> Task details
Go through the records line by line from the top and repeat each one exactly, ending with the line that contains "pi/4 each; four".

> Records supplied
double scalar(const MeasureEvaluator& m, const std::string& name) {
  const auto& names = m.scalar_names();
  for (std::size_t i = 0; i < names.size(); ++i)
    if (names[i] == name) return m.scalars()[i];
  throw std::logic_error("no measure " + name);
}

// 4 x 4 unit squares. Four 2 x 2 districts: area 4, perimeter 8, Polsby-Popper pi/4 each; four
// 4 x 1 stripes: area 4, perimeter 10, 16 pi / 100 each (4 pi A / P^2 by hand).
TEST(MeasureEvaluator, PolsbyPopperOfSquareAndStripeDistricts) {
  const GraphHandle g = share_graph(test::grid(4, 4, unit_squares(4, 4)));
  MeasureEvaluator m(g, 4, MeasureSpec{});
  m.evaluate(Plan(g, 4, blocks_of_two(4, 4)));
  EXPECT_NEAR(scalar(m, "compactness.polsby_popper_min"), pi / 4, 1e-15);
  EXPECT_NEAR(scalar(m, "compactness.polsby_popper_mean"), pi / 4, 1e-15);
  EXPECT_EQ(scalar(m, "compactness.cut_edges"), 8.0);
  m.evaluate(Plan(g, 4, test::stripe_assignment(4, 4, 4)));
  EXPECT_NEAR(scalar(m, "compactness.polsby_popper_min"), 16 * pi / 100, 1e-15);
  EXPECT_EQ(scalar(m, "compactness.cut_edges"), 12.0);
  // Mixed: stripes 0 | 1 | 2-3 of width 1, 1, 2: perimeters 10, 10, 12, areas 4, 4, 8.
  std::vector<DistrictIndex> labels = test::stripe_assignment(4, 4, 4);
  for (DistrictIndex& d : labels) d = std::min<DistrictIndex>(d, 2);
  const Plan mixed(g, 3, labels);
  MeasureEvaluator three(g, 3, MeasureSpec{});
  three.evaluate(mixed);
  EXPECT_NEAR(scalar(three, "compactness.polsby_popper_min"), 16 * pi / 100, 1e-15);
  EXPECT_NEAR(scalar(three, "compactness.polsby_popper_mean"),
              (16 * pi / 100 + 16 * pi / 100 + 32 * pi / 144) / 3, 1e-15);
}

// Without areas, outer boundaries and shared lengths the measure is not available: NaN.
TEST(MeasureEvaluator, PolsbyPopperIsNaNWithoutGeometry) {
  test::GraphExtras no_outer = unit_squares(4, 4);
  no_outer.outer_boundary.clear();
  for (const test::GraphExtras& x : {test::GraphExtras{}, no_outer}) {
    const GraphHandle g = share_graph(test::grid(4, 4, x));
    MeasureEvaluator m(g, 4, MeasureSpec{});
    m.evaluate(Plan(g, 4, blocks_of_two(4, 4)));
    EXPECT_TRUE(std::isnan(scalar(m, "compactness.polsby_popper_min")));
    EXPECT_TRUE(std::isnan(scalar(m, "compactness.polsby_popper_mean")));
    EXPECT_EQ(scalar(m, "compactness.cut_edges"), 8.0);
  }
}

// 4 x 4 grid, stripes of one column each (districts 0..3 left to right), votes and group per
// unit chosen so the district tallies are the hand-worked elections above.
TEST(MeasureEvaluator, ElectionsAndGroupsFromDistrictTallies) {
  test::GraphExtras x;
  x.population.assign(16, 10);
  std::vector<double> a(16), b(16), grp(16), vap(16, 8.0);
  const double district_a[4] = {30, 20, 40, 55}, district_b[4] = {10, 80, 60, 45};
  // Group of district population 40: 20 (exactly half), 21, 8, 40; of VAP 32: 16 is half.
  const double district_grp[4] = {20, 21, 8, 16};
  for (UnitIndex u = 0; u < 16; ++u) {
    const std::uint32_t d = u % 4;
    a[u] = district_a[d] / 4, b[u] = district_b[d] / 4, grp[u] = district_grp[d] / 4;
  }
  x.counts = {{"a", a}, {"b", b}, {"grp", grp}, {"vap", vap}};
  x.groups = {2};
  const GraphHandle g = share_graph(test::grid(4, 4, x));
  MeasureSpec spec;
  spec.elections = {{"e1", "red", "blue", 0, 1}};
  spec.groups = {{"grp", 2, std::nullopt, {0.5, 0.25}}, {"grp_vap", 2, 3, {0.5}}};
  spec.competitive_low = 0.4, spec.competitive_high = 0.6;
  MeasureEvaluator m(g, 4, spec);
  m.evaluate(Plan(g, 4, test::stripe_assignment(4, 4, 4)));
  EXPECT_EQ(scalar(m, "election.e1.seats.red"), 2.0);
  EXPECT_EQ(scalar(m, "election.e1.seats.blue"), 2.0);
  // Wasted: A 30-20, 20, 40, 55-50 -> 10+20+40+5 = 75; B 10, 80-50, 60-50, 45 -> 10+30+10+45 = 95.
  EXPECT_NEAR(scalar(m, "election.e1.efficiency_gap"), (95.0 - 75.0) / 340.0, 1e-15);
  EXPECT_NEAR(scalar(m, "election.e1.mean_median"), 0.0, 1e-15);
  EXPECT_NEAR(scalar(m, "election.e1.partisan_bias"), 0.0, 1e-15);
  EXPECT_NEAR(scalar(m, "election.e1.declination"), declination(std::vector<double>{0.2, 0.4, 0.55, 0.75}), 0);
  EXPECT_EQ(scalar(m, "election.e1.competitive_districts"), 2.0);  // 0.4 and 0.55
  const auto shares = m.sorted_vector(0);
  EXPECT_EQ(std::vector<double>(shares.begin(), shares.end()), (std::vector<double>{0.2, 0.4, 0.55, 0.75}));
  // Group of population: 0.5 (not a majority), 0.525, 0.2, 0.4.
  EXPECT_EQ(scalar(m, "group.grp.districts_above_0.5"), 1.0);
  EXPECT_EQ(scalar(m, "group.grp.districts_above_0.25"), 3.0);
  EXPECT_EQ(std::vector<double>(m.sorted_vector(1).begin(), m.sorted_vector(1).end()),
            (std::vector<double>{0.2, 0.4, 0.5, 0.525}));
  // Of VAP 32: 0.625, 0.65625, 0.25, 0.5 -> two majorities.
  EXPECT_EQ(scalar(m, "group.grp_vap.districts_above_0.5"), 2.0);
  EXPECT_EQ(m.vector_names(), (std::vector<std::string>{"election.e1.sorted_shares", "group.grp.sorted_shares",
                                                        "group.grp_vap.sorted_shares"}));
}
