//! Multi-page TIFF captures, one page per spectral band in the instrument's
//! order: 8- or 16-bit unsigned, or 32-bit float grey pages, all the same
//! size; or, with a tiled sensor layout, one such page holding every band
//! at its own rectangle. A capture that cannot be read, or does not match the instrument,
//! is an error for that capture alone ([`CaptureError`]); the study goes on.

use std::path::{Path, PathBuf};

use tiff::ColorType;

use crate::config::study::SensorLayout;
use tiff::decoder::{Decoder, DecodingResult};

/// A capture's bands as floating-point images, row-major.
#[derive(Debug, Clone, PartialEq)]
pub struct Multiband {
    pub width: usize,
    pub height: usize,
    pub bands: Vec<Vec<f32>>,
    /// Bits per sample as stored (8, 16 or 32).
    pub bit_depth: u8,
}

impl Multiband {
    pub fn at(&self, band: usize, x: usize, y: usize) -> f32 {
        self.bands[band][y * self.width + x]
    }
}

/// Why a capture (or a calibration frame) could not be used: the image
/// engine's error.
#[derive(Debug, Clone, thiserror::Error, PartialEq)]
pub enum CaptureError {
    #[error("cannot open `{path}`: {reason}")]
    Open { path: PathBuf, reason: String },
    #[error("`{path}` is not a readable TIFF (page {page}): {reason}")]
    Decode {
        path: PathBuf,
        page: usize,
        reason: String,
    },
    #[error(
        "`{path}` page {page} is {found}; expected single-channel 8-bit, 16-bit or 32-bit float grey"
    )]
    PixelType {
        path: PathBuf,
        page: usize,
        found: String,
    },
    #[error("`{path}` has {found} pages; the instrument has {expected} bands (one page per band)")]
    BandCount {
        path: PathBuf,
        found: usize,
        expected: usize,
    },
    #[error("`{path}` page {page} is {found_w}×{found_h} pixels, page 1 is {w}×{h}")]
    PageSize {
        path: PathBuf,
        page: usize,
        found_w: u32,
        found_h: u32,
        w: u32,
        h: u32,
    },
    #[error("`{path}` is {found_w}×{found_h} pixels; this eye's captures are {w}×{h}")]
    CaptureSize {
        path: PathBuf,
        found_w: usize,
        found_h: usize,
        w: usize,
        h: usize,
    },
    #[error("the calibration frames are {frame_w}×{frame_h} pixels, the capture {w}×{h}")]
    FrameSize {
        frame_w: usize,
        frame_h: usize,
        w: usize,
        h: usize,
    },
    #[error(
        "`{path}` page {page} has {count} pixels that are not numbers (NaN or infinite, {percent:.2} % of the page)"
    )]
    NotFinite {
        path: PathBuf,
        page: usize,
        count: usize,
        percent: f64,
    },
    /// A dark or flat frame could not be read.
    #[error("calibration frames: {0}")]
    Calibration(Box<CaptureError>),
    #[error(
        "`{path}` has {found} pages; with the instrument's tiled `layout` a capture is one frame holding every band"
    )]
    FrameCount { path: PathBuf, found: usize },
    #[error("`{path}`: {reason}")]
    Tiles { path: PathBuf, reason: String },
}

/// Reads a capture laid out as the instrument says: pages as
/// [`read_capture`] does, or one frame whose tiles are cut out, one per
/// band. `size` is a band's size (a tile's, for tiles).
pub fn read_laid_out(
    path: &Path,
    layout: &SensorLayout,
    bands: usize,
    size: Option<(usize, usize)>,
) -> Result<Multiband, CaptureError> {
    if *layout == SensorLayout::Pages {
        return read_capture(path, bands, size);
    }
    let frame = match read_capture(path, 1, None) {
        Err(CaptureError::BandCount { found, .. }) => {
            return Err(CaptureError::FrameCount {
                path: path.into(),
                found,
            });
        }
        other => other?,
    };
    let rects = match layout.rectangles(bands, frame.width, frame.height) {
        Some(Ok(r)) => r,
        Some(Err(reason)) => {
            return Err(CaptureError::Tiles {
                path: path.into(),
                reason,
            });
        }
        None => unreachable!("pages are read above"),
    };
    let (w, h) = (rects[0][2], rects[0][3]);
    let src = &frame.bands[0];
    let tiles = rects
        .iter()
        .map(|r| {
            let mut v = Vec::with_capacity(w * h);
            for y in r[1]..r[1] + h {
                let start = y * frame.width + r[0];
                v.extend_from_slice(&src[start..start + w]);
            }
            v
        })
        .collect();
    check_size(path, (w, h), size)?;
    Ok(Multiband {
        width: w,
        height: h,
        bands: tiles,
        bit_depth: frame.bit_depth,
    })
}

/// A capture's bands of `found` size against the eye's `expected` size.
fn check_size(
    path: &Path,
    found: (usize, usize),
    expected: Option<(usize, usize)>,
) -> Result<(), CaptureError> {
    match expected {
        Some((w, h)) if found != (w, h) => Err(CaptureError::CaptureSize {
            path: path.into(),
            found_w: found.0,
            found_h: found.1,
            w,
            h,
        }),
        _ => Ok(()),
    }
}

/// Reads a capture and checks its band count (and its size, when given).
pub fn read_capture(
    path: &Path,
    bands: usize,
    size: Option<(usize, usize)>,
) -> Result<Multiband, CaptureError> {
    let file = std::fs::File::open(path).map_err(|e| CaptureError::Open {
        path: path.into(),
        reason: e.to_string(),
    })?;
    let dec_err = |page: usize, e: tiff::TiffError| CaptureError::Decode {
        path: path.into(),
        page,
        reason: e.to_string(),
    };
    let mut dec = Decoder::new(std::io::BufReader::new(file)).map_err(|e| dec_err(1, e))?;
    let mut pages: Vec<Vec<f32>> = Vec::new();
    let (mut w0, mut h0) = (0u32, 0u32);
    let mut depth;
    loop {
        let page = pages.len() + 1;
        let (w, h) = dec.dimensions().map_err(|e| dec_err(page, e))?;
        if page == 1 {
            (w0, h0) = (w, h);
        } else if (w, h) != (w0, h0) {
            return Err(CaptureError::PageSize {
                path: path.into(),
                page,
                found_w: w,
                found_h: h,
                w: w0,
                h: h0,
            });
        }
        let ct = dec.colortype().map_err(|e| dec_err(page, e))?;
        let (data, bits) = match ct {
            ColorType::Gray(8) | ColorType::Gray(16) | ColorType::Gray(32) => match dec
                .read_image()
                .map_err(|e| dec_err(page, e))?
            {
                DecodingResult::U8(v) => (v.into_iter().map(f32::from).collect::<Vec<f32>>(), 8),
                DecodingResult::U16(v) => (v.into_iter().map(f32::from).collect(), 16),
                DecodingResult::F32(v) => (v, 32),
                other => {
                    let found = match other {
                        DecodingResult::U32(_) => "unsigned 32-bit",
                        DecodingResult::U64(_) => "unsigned 64-bit",
                        DecodingResult::F64(_) => "64-bit float",
                        DecodingResult::I8(_) => "signed 8-bit",
                        DecodingResult::I16(_) => "signed 16-bit",
                        DecodingResult::I32(_) => "signed 32-bit",
                        DecodingResult::I64(_) => "signed 64-bit",
                        _ => "of an unsupported sample type",
                    };
                    return Err(CaptureError::PixelType {
                        path: path.into(),
                        page,
                        found: found.into(),
                    });
                }
            },
            other => {
                let found = match other {
                    ColorType::RGB(b) => format!("RGB colour, {b}-bit"),
                    ColorType::RGBA(b) => format!("RGBA colour, {b}-bit"),
                    ColorType::GrayA(b) => format!("grey with alpha, {b}-bit"),
                    ColorType::Palette(b) => format!("palette colour, {b}-bit"),
                    ColorType::CMYK(b) => format!("CMYK colour, {b}-bit"),
                    ColorType::Gray(b) => format!("{b}-bit grey"),
                    _ => "of an unsupported colour type".into(),
                };
                return Err(CaptureError::PixelType {
                    path: path.into(),
                    page,
                    found,
                });
            }
        };
        if data.len() != (w as usize) * (h as usize) {
            return Err(CaptureError::Decode {
                path: path.into(),
                page,
                reason: "fewer pixels than the page's size".into(),
            });
        }
        let bad = data.iter().filter(|v| !v.is_finite()).count();
        if bad > 0 {
            return Err(CaptureError::NotFinite {
                path: path.into(),
                page,
                count: bad,
                percent: 100.0 * bad as f64 / data.len() as f64,
            });
        }
        depth = bits;
        pages.push(data);
        if !dec.more_images() {
            break;
        }
        dec.next_image().map_err(|e| dec_err(page + 1, e))?;
    }
    if pages.len() != bands {
        return Err(CaptureError::BandCount {
            path: path.into(),
            found: pages.len(),
            expected: bands,
        });
    }
    let (w, h) = (w0 as usize, h0 as usize);
    check_size(path, (w, h), size)?;
    Ok(Multiband {
        width: w,
        height: h,
        bands: pages,
        bit_depth: depth,
    })
}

> Answer
double scalar(const MeasureEvaluator& m, const std::string& name) {
  const auto& names = m.scalar_names();
  for (std::size_t i = 0; i < names.size(); ++i)
    if (names[i] == name) return m.scalars()[i];
  throw std::logic_error("no measure " + name);
}

// 4 x 4 unit squares. Four 2 x 2 districts: area 4, perimeter 8, Polsby-Popper pi/4 each; four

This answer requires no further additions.